Doh! Wrong patch...
Roger
--
From: Roger Sayle <[email protected]>
Sent: 27 June 2023 20:28
To: '[email protected]' <[email protected]>
Cc: 'Uros Bizjak' <[email protected]>; 'Hongtao Liu' <[email protected]>
Subject: [x86 PATCH] Tweak ix86_expand_int_compare to use PTEST for vector
equality.
Hi Uros,
Hopefully Hongtao will approve my patch to support SUBREG conversions
in STV https://gcc.gnu.org/pipermail/gcc-patches/2023-June/622706.html
but for some of the examples described in the above post (and its test
case), I've also come up with an alternate/complementary/supplementary
fix of generating the PTEST during RTL expansion, rather than rely on
this being caught/optimized later during STV.
You may notice in this patch, the tests for TARGET_SSE4_1 and TImode
appear last. When I was writing this, I initially also added support
for AVX VPTEST and OImode, before realizing that x86 doesn't (yet)
support 256-bit OImode (which also explains why we don't have an OImode
to V1OImode scalar-to-vector pass). Retaining this clause ordering
should minimize the lines changed if things change in future.

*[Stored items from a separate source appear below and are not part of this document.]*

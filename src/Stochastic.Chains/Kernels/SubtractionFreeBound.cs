namespace Stochastic.Chains.Kernels;

/// <summary>A priori bounds on the relative error of what state reduction computes.</summary>
/// <remarks>
/// Let u = 2⁻⁵³. Eliminating state k of a table of N columns rounds each remaining rate by a relative amount of at most
/// (N − k + 3) u: N − k − 2 additions in the pivot, one quotient, one product and one addition, and the sum of relative errors of
/// non-negative terms is never more than the largest. So the computed table is the exact censored table of the table before it, up
/// to relative changes of that size. With r states left to go, an answer is a quotient of two sums of products of at most r + 1
/// rates (Markov chain tree theorem; matrix forest theorem), so it changes by at most 2 (r + 1) times as much (O'Cinneide 1993).
/// Substitution adds at most N − k + 3 roundings more for each state, and a final division by the sum of all at most 2 N + 4. Where
/// several moves were first merged into one column, each merge is one rounding of the data. All of it is summed and inflated for
/// second-order terms.
/// </remarks>
internal static class SubtractionFreeBound
{
    /// <summary>The factor that makes up for products of roundings.</summary>
    internal const double SecondOrder = 1.01;

    private const double UnitRoundoff = 1.1102230246251565e-16;
    private const double LargestFirstOrder = 0.01;

    /// <summary>
    /// The bound for an elimination of some states of a table of so many columns, with at most so many merges in an entry; infinite
    /// where it would say nothing.
    /// </summary>
    internal static double OfElimination(int pivots, int columns, int merges) => OfRoundings(RoundingsOfElimination(pivots, columns, merges));

    /// <summary>How many roundings, of one relative size, the error of an answer amounts to.</summary>
    internal static double RoundingsOfElimination(int pivots, int columns, int merges)
    {
        var roundings = (2.0 * (pivots + 1) * merges) + (2 * columns) + 4;
        for (var k = 0; k < pivots; k++)
        {
            roundings += ((2.0 * (pivots - k + 1)) + 1) * (columns - k + 3);
        }

        return roundings;
    }

    /// <summary>The bound for so many roundings one after the other: (1 + u)ⁿ − 1, inflated; infinite where it would exceed one hundredth.</summary>
    internal static double OfRoundings(double count)
    {
        var firstOrder = count * UnitRoundoff;
        return firstOrder <= LargestFirstOrder ? firstOrder * SecondOrder : double.PositiveInfinity;
    }
}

This patch has been tested on x86_64-pc-linux-gnu with make bootstrap
and make -k check, both with and without --target_board=unix{-m32}
with no new failures. Ok for mainline?
2023-06-27 Roger Sayle <[email protected]>
gcc/ChangeLog
* config/i386/i386-expand.cc (ix86_expand_int_compare): If
testing a TImode SUBREG of a 128-bit vector register against
zero, use a PTEST instruction instead of first moving it to
to scalar registers.
Please let me know what you think.
Roger
--
diff --git a/gcc/config/i386/i386-expand.cc b/gcc/config/i386/i386-expand.cc
index 9a8d244..814d63b 100644
--- a/gcc/config/i386/i386-expand.cc
+++ b/gcc/config/i386/i386-expand.cc
@@ -2958,9 +2958,26 @@ ix86_expand_int_compare (enum rtx_code code, rtx op0,
rtx op1)
cmpmode = SELECT_CC_MODE (code, op0, op1);
flags = gen_rtx_REG (cmpmode, FLAGS_REG);
+ /* Attempt to use PTEST, if available, when testing vector modes for
+ equality/inequality against zero. */
+ if (op1 == const0_rtx
+ && SUBREG_P (op0)
+ && cmpmode == CCZmode
+ && SUBREG_BYTE (op0) == 0
+ && REG_P (SUBREG_REG (op0))
+ && VECTOR_MODE_P (GET_MODE (SUBREG_REG (op0)))
+ && TARGET_SSE4_1
+ && GET_MODE (op0) == TImode
+ && GET_MODE_SIZE (GET_MODE (SUBREG_REG (op0))) == 16)
+ {
+ tmp = SUBREG_REG (op0);
+ tmp = gen_rtx_UNSPEC (CCZmode, gen_rtvec (2, tmp, tmp), UNSPEC_PTEST);
+ }
+ else
+ tmp = gen_rtx_COMPARE (cmpmode, op0, op1);
+
/* This is very simple, but making the interface the same as in the
FP case makes the rest of the code easier. */
- tmp = gen_rtx_COMPARE (cmpmode, op0, op1);
emit_insn (gen_rtx_SET (flags, tmp));
/* Return the test that should be put into the flags user, i.e.